The simplest ingredient for a great social ad? Actually showing us what you’re selling! ClassPass instantly gets things moving with plenty of eye-catching motion that conveys exactly what they're offering. I mean, you could literally use this ad for workout inspo. 💪
Although the opening line of copy feels a bit out of place, the rest of the ad is strong. Simple-but-effective motion-designed text keeps the ad flowing and calls out SonderMind's strongest UVP: coverage via Medicare.
Effective holiday ads make the idea of gifting the product as exciting as receiving it. Blick uses close-up footage so visually satisfying that even non-creatives will feel some gift envy as they consider what to get the artists in their lives.

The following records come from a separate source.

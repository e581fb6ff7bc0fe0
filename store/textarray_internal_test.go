package store

import (
	"encoding/binary"
	"testing"

	"github.com/jackc/pgx/v5/pgtype"
)

// textArray refuses malformed binary arrays rather than reading past them.
func TestTextArrayMalformed(t *testing.T) {
	arr := func(oid uint32, elems ...[]byte) []byte {
		b := binary.BigEndian.AppendUint32(nil, 1) // one dimension
		b = binary.BigEndian.AppendUint32(b, 0)
		b = binary.BigEndian.AppendUint32(b, oid)
		b = binary.BigEndian.AppendUint32(b, uint32(len(elems)))
		b = binary.BigEndian.AppendUint32(b, 1)
		for _, e := range elems {
			b = binary.BigEndian.AppendUint32(b, uint32(len(e)))
			b = append(b, e...)
		}
		return b
	}
	good := arr(pgtype.TextOID, []byte("motor"), []byte("propeller"))
	got, err := textArray(pgtype.BinaryFormatCode, good, nil)
	if err != nil || len(got) != 2 || string(got[0]) != "motor" || string(got[1]) != "propeller" {
		t.Fatalf("good array: %q %v", got, err)
	}
	for name, b := range map[string][]byte{
		"NULL":           nil,
		"short header":   good[:8],
		"truncated":      good[:len(good)-3],
		"trailing":       append(append([]byte{}, good...), 0),
		"element type":   arr(pgtype.Int4OID, []byte{0, 0, 0, 1}),
		"NULL element":   append(arr(pgtype.TextOID)[:12], 0, 0, 0, 1, 0, 0, 0, 1, 0xff, 0xff, 0xff, 0xff),
		"two dimensions": append([]byte{0, 0, 0, 2}, good[4:]...),
	} {
		if got, err := textArray(pgtype.BinaryFormatCode, b, nil); err == nil {
			t.Errorf("%s: %q, want an error", name, got)
		}
	}
}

Ah yes, the “scary fact” kickoff. Invoking fear primes us to take action. It's an approach we’ve seen perform well many times. And here, Cigna’s scary fact is tailored perfectly to their target audience: U.S. employers.
If coming up with a visual representation for UVPs is an art, then WorldRemit's usage of the universally-recognized claw game is a masterpiece. The copy kicks off with a UVP that reads more like a CTA while explaining the engaging, game-depicting creative. Simple, animated graphics drive the messaging home while dropping us off at the app store along the way.
You'll recall that one of our dear readers requested more static ad features. We got you, Damon! Here, Naadam uses a bold headline to communicate their cashmere sweater's biggest UVP: its price tag. The other benefit of specifying the cost outright? It helps ensure the brand gets quality leads: if the price is outside your range, you'll keep scrolling; if not, you'll click!
Did you 👀 what Warby Parker did there? Here's another YouTube ad that could easily translate to Facebook. By kicking off with the products they're famous for, the retailer establishes trust before quickly launching into their newest offering. The only thing we'd add to transform this into a FB ad? A clear and concise headline in the first few seconds for viewers watching with the sound off.